About this exercise — Scan the records below for the word "FeatureEncoder" and give only the number of lines that hold it.

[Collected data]
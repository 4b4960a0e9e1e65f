package org.winnow.scorer.network;

import org.winnow.geometry.Configuration;

/**
 * Turns a configuration (and its exact chi) into the network's input graph: normalised row, column and
 * global features and, for networks with message-passing rounds, the edge lists in both directions.
 * Writes into a {@link Workspace}; allocates nothing.
 */
public final class FeatureEncoder {
    private FeatureEncoder() {}

    public static void encode(Configuration c, long chi, Normalisation norm, Workspace ws) {
        int m = c.rows();
        int k = c.cols();
        ws.rows = m;
        ws.cols = k;
        for (int r = 0; r < m; r++) {
            int off = r * Architecture.ROW_FEATURES;
            rowFeatures(c, r, ws.xr, off);
            normalise(ws.xr, off, norm.rowMean(), norm.rowScale());
        }
        for (int j = 0; j < k; j++) {
            int off = j * Architecture.COL_FEATURES;
            colFeatures(c, j, ws.xc, off);
            normalise(ws.xc, off, norm.colMean(), norm.colScale());
        }
        ws.h11Estimate = globalFeatures(c, chi, ws.anchor, ws.g, 0);
        normalise(ws.g, 0, norm.globalMean(), norm.globalScale());
        if (ws.arch.rounds() == 0) {
            return; // only message passing reads the edges
        }
        // Edges grouped by column (for row -> column messages) and by row (for column -> row messages).
        int e = 0;
        for (int j = 0; j < k; j++) {
            ws.colStart[j] = e;
            for (int r = 0; r < m; r++) {
                int q = c.q(r, j);
                if (q != 0) {
                    ws.colEdgeNode[e] = r;
                    ws.colEdgeWeight[e] = q;
                    e++;
                }
            }
        }
        ws.colStart[k] = e;
        e = 0;
        for (int r = 0; r < m; r++) {
            ws.rowStart[r] = e;
            for (int j = 0; j < k; j++) {
                int q = c.q(r, j);
                if (q != 0) {
                    ws.rowEdgeNode[e] = j;
                    ws.rowEdgeWeight[e] = q;
                    e++;
                }
            }
        }
        ws.rowStart[m] = e;
    }

    private static void normalise(double[] x, int off, double[] mean, double[] scale) {
        for (int i = 0; i < mean.length; i++) {
            x[off + i] = (x[off + i] - mean[i]) * scale[i];
        }
    }

    static void rowFeatures(Configuration c, int r, double[] out, int off) {
        int sum = 0;
        int support = 0;
        int max = 0;
        int big = 0;
        for (int j = 0; j < c.cols(); j++) {
            int q = c.q(r, j);
            sum += q;
            support += q != 0 ? 1 : 0;
            max = Math.max(max, q);
            big += q >= 2 ? 1 : 0;
        }
        out[off] = c.n(r);
        out[off + 1] = sum;
        out[off + 2] = support;
        out[off + 3] = max;
        out[off + 4] = big;
    }

    static void colFeatures(Configuration c, int j, double[] out, int off) {
        int sum = 0;
        int support = 0;
        int max = 0;
        int weighted = 0;
        for (int r = 0; r < c.rows(); r++) {
            int q = c.q(r, j);
            sum += q;
            support += q != 0 ? 1 : 0;
            max = Math.max(max, q);
            weighted += q * c.n(r);
        }
        out[off] = sum;
        out[off + 1] = support;
        out[off + 2] = max;
        out[off + 3] = weighted;
    }

    /** Writes the raw global features and returns the anchor h11 ({@link Anchor}). */
    static int globalFeatures(Configuration c, long chi, Anchor anchor, double[] out, int off) {
        int nnz = 0;
        int big = 0;
        int sumN = 0;
        int ones = 0;
        for (int r = 0; r < c.rows(); r++) {
            sumN += c.n(r);
            ones += c.n(r) == 1 ? 1 : 0;
            for (int j = 0; j < c.cols(); j++) {
                int q = c.q(r, j);
                nnz += q != 0 ? 1 : 0;
                big += q >= 2 ? 1 : 0;
            }
        }
        out[off] = c.rows();
        out[off + 1] = c.cols();
        out[off + 2] = chi;
        out[off + 3] = nnz;
        out[off + 4] = big;
        out[off + 5] = sumN;
        out[off + 6] = ones;
        out[off + 7] = sumN - c.cols();
        anchor.compute(c, chi, out, off);
        return anchor.h11();
    }
}
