/**
 * Training of the similarity model with a contrastive loss on sampled pairs: the trainer, its options
 * and progress reports. Only the {@code train} command and the benches use it; the scoring path never
 * does.
 */
package org.winnow.scorer.training;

Task output — 2